If introducing coverage tooling is in scope for your task, the natural first step is `cargo-llvm-cov` wired into a separate CI job, and a per-crate threshold rather than a global one.
## Before-every-task checklist
When you pick up any change, walk through this:
1. **Find the existing tests covering this area.** Use the table above; for engine work, start with `crates/omnigraph/tests/<area>.rs`. Open the file and read what's already exercised.
2. **Run them locally before editing.** `cargo test --workspace --locked` for the broad pass; `-p <crate> --test <file>` for a focused loop. Confirm a clean baseline.

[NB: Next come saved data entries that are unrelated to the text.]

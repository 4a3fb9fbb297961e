"""A quoted limit computed with the asymptotic formulae at low counts is a warning.

The asymptotic CLs bands assume many background events under the signal (Cowan, Cranmer,
Gross, Vitells 2011, sec. 3: Wald's approximation; their fig. 7 shows the bands misplaced
at b of a few events).  The run uses toys below ``limits.low_count_background`` for the
plain limits; the limits with systematics (the headline) stay asymptotic unless
``systematics.toy_limits``.  Here: results dictionaries whose background under the signal
is the reviewer's low-count tail (b from 78 down to 0.74 events, threshold 10), the
expected count of flagged masses computed with numpy from them.
"""

from __future__ import annotations

import numpy as np

from peaksift.cli._summary import _summary_text
from peaksift.search.doubts import doubts

MASSES = list(np.linspace(155.85, 384.4, 25))
# the background under the signal of the reviewer's run (results.json limits), 3 digits
B = [78.6, 57.9, 43.3, 32.9, 25.3, 19.8, 15.6, 12.4, 10.0, 8.12, 6.65, 5.49, 4.56, 3.81,
     3.21, 2.71, 2.31, 1.97, 1.70, 1.46, 1.27, 1.10, 0.96, 0.84, 0.739]
THRESHOLD = 10.0
LOW = int(np.sum(np.array(B) < THRESHOLD))   # numpy: the masses below the threshold


def _plain(method_low: str) -> dict:
    return {"masses": MASSES, "background_under_signal": B, "low_count_background": THRESHOLD,
            "methods": [method_low if b < THRESHOLD else "asymptotic" for b in B],
            "flags": ["toys (low counts)" if b < THRESHOLD and method_low == "toys" else
                      "asymptotic, DOUBTFUL" if b < THRESHOLD else "" for b in B],
            "asymptotic_doubtful": [b < THRESHOLD and method_low != "toys" for b in B],
            "below_floor": [False] * 25,
            "observed": [2.0] * 25, "expected_minus2": [1.0] * 25, "expected_plus2": [3.0] * 25}


def _results(plain: dict, with_s_low: str | None) -> dict:
    r = {"fit": {"valid": True, "gof": {"p_value": 0.4}, "problems": []},
         "blinding": {"active": False}, "limits": plain, "best": {"mass": 336.79}}
    if with_s_low is not None:
        # its own background under the signal differs (the envelope's function): the
        # warning counts low masses as the run decides them, by the plain limits' b
        r["systematics"] = {"limits": {"with_systematics": {
            "masses": MASSES, "background_under_signal": [1.5 * b for b in B],
            "low_count_background": THRESHOLD,
            "methods": [with_s_low if b < THRESHOLD else "asymptotic" for b in B]}}}
    return r


def _limit_warnings(r: dict) -> list[str]:
    return [w["message"] for w in doubts(r) if w["topic"] == "limits"]


def test_headline_limits_asymptotic_at_low_counts_are_flagged():
    assert LOW == 16   # the reviewer's run: 16 of 25 masses below 10 events
    (msg,) = _limit_warnings(_results(_plain("toys"), "asymptotic"))
    assert msg.startswith(f"the limits with systematics (the headline ones) are asymptotic at "
                          f"{LOW} of 25 masses")
    assert "down to 0.739 events at 384.40 GeV" in msg and "systematics.toy_limits" in msg
    r = _results(_plain("toys"), "asymptotic")
    r["warnings"] = doubts(r)   # as SearchResult.to_dict writes them
    text = _summary_text(r)
    assert (f"{LOW} plain limits from toys, those with systematics asymptotic" in text
            and "WARNING: the limits with systematics" in text)


def test_toys_in_both_sets_give_no_warning_and_say_so():
    r = _results(_plain("toys"), "toys")
    assert _limit_warnings(r) == []
    assert f"{LOW} from toys with and without systematics" in _summary_text(r)


def test_plain_limits_asymptotic_at_low_counts_without_systematics():
    (msg,) = _limit_warnings(_results(_plain("asymptotic"), None))
    assert msg.startswith(f"the limits are asymptotic at {LOW} of 25 masses")
    assert 'limits.method = "auto"' in msg
    assert _limit_warnings(_results(_plain("toys"), None)) == []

3. **Plan the new test up front.** Decide which test file the new case belongs in (extend an existing one if it owns the area; only add a new file if you're opening a new area).

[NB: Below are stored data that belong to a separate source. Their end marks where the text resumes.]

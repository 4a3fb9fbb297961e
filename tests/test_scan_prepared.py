"""A scan's prepared model kept by its inputs (``stats/scan_prepared.py``): scans of one
window again, after the caller changed the histogram or a result in place, against iminuit
fits of a binned Poisson NLL written out in test_scan.py."""

from __future__ import annotations

import numpy as np
import pytest
from test_scan import WINDOW, _iminuit_q0

from peaksift import MassHistogram
from peaksift.stats import scan

SIGMA = 2.5
MASSES = np.array([180.0, 250.0, 320.0])


def _check(r, counts, edges, what):
    """q0 and the signal yield of each hypothesis equal iminuit's (Cowan et al. 2011 eq.
    12), to test_scan's tolerances: |dq0| < 0.02 + 1e-3 q0, |ds| < 0.01 sigma_s."""
    for j, m in enumerate(MASSES):
        q0, s_hat, s_err = _iminuit_q0(edges, counts, m, SIGMA)
        assert abs(r.q0[j] - q0) < 0.02 + 1e-3 * q0, (what, m, r.q0[j], q0)
        assert abs(r.signal_yield[j] - s_hat) < 0.01 * s_err, (what, m)


def test_a_kept_preparation_follows_the_histogram_and_is_not_shared():
    """Scanned twice (the second from the kept preparation), then after the caller wrote
    into the first result's model and into the histogram's own bins: each scan gives
    iminuit's q0 and yield for the counts the histogram holds then; the results' arrays
    are their own (writing into one scan's model leaves the next scan's as it was)."""
    rng = np.random.default_rng(21)
    x = np.concatenate([WINDOW[0] + rng.exponential(90.0, 20_000),
                        rng.normal(250.0, SIGMA, 120)])
    h = MassHistogram(bins=300, range=WINDOW).fill(x)
    counts, edges = np.histogram(x, bins=300, range=WINDOW)
    first = scan(h, "gaussian", "exponential", MASSES, absolute_resolution=SIGMA, refit=False)
    _check(first, counts, edges, "first")
    theta = first.model.theta.copy()
    first.model.counts[:] = 0.0      # the caller's writes into a result's model
    first.model.theta[:] = 1.0
    again = scan(h, "gaussian", "exponential", MASSES, absolute_resolution=SIGMA,
                 refit=False)
    _check(again, counts, edges, "again")
    np.testing.assert_array_equal(again.model.counts, counts)
    np.testing.assert_array_equal(again.model.theta, theta)
    assert again.model.counts is not first.model.counts
    # a frozen value: the kept scan's arrays read-only like the first's
    for name in ("masses", "sigma", "q0", "z_local", "p_local", "signal_yield", "blinded"):
        assert not getattr(again, name).flags.writeable, name
    # 40 more events in the bins of 248-252 GeV, written into the histogram's own array
    sel = (edges[:-1] >= 248.0) & (edges[1:] <= 252.0)
    h.values()[sel] += 10.0
    h.variances()[sel] += 10.0
    counts = counts + np.where(sel, 10, 0)
    changed = scan(h, "gaussian", "exponential", MASSES, absolute_resolution=SIGMA,
                   refit=False)
    _check(changed, counts, edges, "changed")
    assert changed.q0[1] > again.q0[1] + 1.0


def test_a_kept_scan_with_a_failed_row_gives_its_significances(monkeypatch):
    """A compiled fit whose NLL comes back NaN at one hypothesis (the table's ``plain``
    off: numpy's rules decide q0 there): the second scan of the same inputs, from the kept
    entry, gives every other hypothesis Z = sqrt(q0) (Cowan et al. 2011 eq. 52) and
    p = 1 - Phi(Z) (scipy.stats.norm.sf; rel. 1e-12), with q0 iminuit's (as above), and
    NaN at the failed one -- as the first scan, not a raw exception."""
    from scipy import stats

    from peaksift.stats.toy_model import _compiled

    calls = _compiled()
    real = calls.scan_table

    def one_failed(*args):
        out = list(real(*args))
        s, nll = out[1].copy(), out[4].copy()
        s[1], nll[1] = 1.0 + abs(s[1]), np.nan  # as a fit that failed at the second mass
        out[1], out[4], out[11] = s, nll, False
        return tuple(out)

    monkeypatch.setattr(calls, "scan_table", one_failed)
    rng = np.random.default_rng(5)
    x = np.concatenate([WINDOW[0] + rng.exponential(90.0, 20_000),
                        rng.normal(180.0, SIGMA, 150)])
    h = MassHistogram(bins=200, range=WINDOW).fill(x)
    counts, edges = np.histogram(x, bins=200, range=WINDOW)
    for what in ("first", "kept"):
        r = scan(h, "gaussian", "exponential", MASSES, absolute_resolution=SIGMA,
                 refit=False)
        for j in (0, 2):
            q0, _, _ = _iminuit_q0(edges, counts, MASSES[j], SIGMA)
            assert abs(r.q0[j] - q0) < 0.02 + 1e-3 * q0, (what, j)
            z = np.sqrt(r.q0[j])
            assert r.z_local[j] == pytest.approx(z, rel=1e-12), what
            assert r.p_local[j] == pytest.approx(stats.norm.sf(z), rel=1e-12), what
        assert r.best_index == 0, what  # the injected peak at 180


def test_a_scan_asked_again_follows_every_change_in_place():
    """The same objects scanned again (the histogram, the hypotheses' array and the
    resolution: the repeated scan found by their identity, ``stats/scan_kept.py``), then
    after the caller changed, in place, the histogram's bins, then the hypotheses' array,
    after nine other preparations dropped this one from the store, and with the numpy
    reference set (``PEAKSIFT_NUMPY_COST=1``): each scan gives iminuit's q0
    and yield (test_scan's binned NLL, Cowan et al. 2011 eq. 12; tolerances as
    ``_check``) for what the inputs hold then, never the last answer; a repeated scan's
    model (made when first read) holds the counts of its own scan."""
    import os

    from peaksift import Resolution

    rng = np.random.default_rng(33)
    x = np.concatenate([WINDOW[0] + rng.exponential(90.0, 20_000),
                        rng.normal(320.0, SIGMA, 150)])
    h = MassHistogram(bins=250, range=WINDOW).fill(x)
    counts, edges = np.histogram(x, bins=250, range=WINDOW)
    masses = MASSES.copy()
    res = Resolution.absolute(SIGMA)

    def again(what, n=3):
        for i in range(n):   # the first prepares, the second is kept, the third repeated
            r = scan(h, "gaussian", "exponential", masses, resolution=res, refit=False)
            for j, m in enumerate(masses):
                q0, s_hat, s_err = _iminuit_q0(edges, counts, m, SIGMA)
                assert abs(r.q0[j] - q0) < 0.02 + 1e-3 * q0, (what, i, m, r.q0[j], q0)
                assert abs(r.signal_yield[j] - s_hat) < 0.01 * s_err, (what, i, m)
        return r

    r = again("first")
    np.testing.assert_array_equal(r.model.counts, counts)
    before = r.q0[1]
    # 15 more events in each bin of 248-252 GeV, written into the histogram's own arrays
    sel = (edges[:-1] >= 248.0) & (edges[1:] <= 252.0)
    h.values()[sel] += 15.0
    h.variances()[sel] += 15.0
    counts = counts + np.where(sel, 15, 0)
    r = again("bins changed", 1)
    assert r.q0[1] > before + 1.0
    np.testing.assert_array_equal(r.model.counts, counts)
    r = again("bins changed, repeated")
    masses[:] = [180.0, 320.0, 250.0]   # the hypotheses' array the scans were given
    r = again("masses changed", 1)
    np.testing.assert_array_equal(r.masses, masses)
    assert r.best_index == 1   # the injected peak at 320
    again("masses changed, repeated")
    for bins in range(100, 109):   # nine other preparations: this one is dropped
        scan(MassHistogram(bins=bins, range=WINDOW).fill(x), "gaussian", "exponential",
             masses, resolution=res, refit=False)
    again("its preparation dropped")
    os.environ["PEAKSIFT_NUMPY_COST"] = "1"
    try:
        again("numpy reference", 1)
    finally:
        del os.environ["PEAKSIFT_NUMPY_COST"]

4. **Use the helpers.** `init_and_load()`, fixture files, the CLI `support` harness — re-use them. Don't bootstrap a fresh repo by hand if a helper exists.
5. **Mind the boundary.** Per [docs/invariants.md §VII.33](invariants.md), test at the layer the change lives at — planner-level changes deserve planner-level tests, not just end-to-end.
6. **For substrate-touching changes** (Lance behavior), reach for `failpoints` or fixture-driven scenarios, not stubbed-out mocks.
7. **For server / API changes**, confirm the OpenAPI regeneration happens in `openapi.rs` and that the diff lands in `openapi.json`.
When in doubt, re-read [docs/invariants.md §VII](invariants.md) — quality gates apply to every change.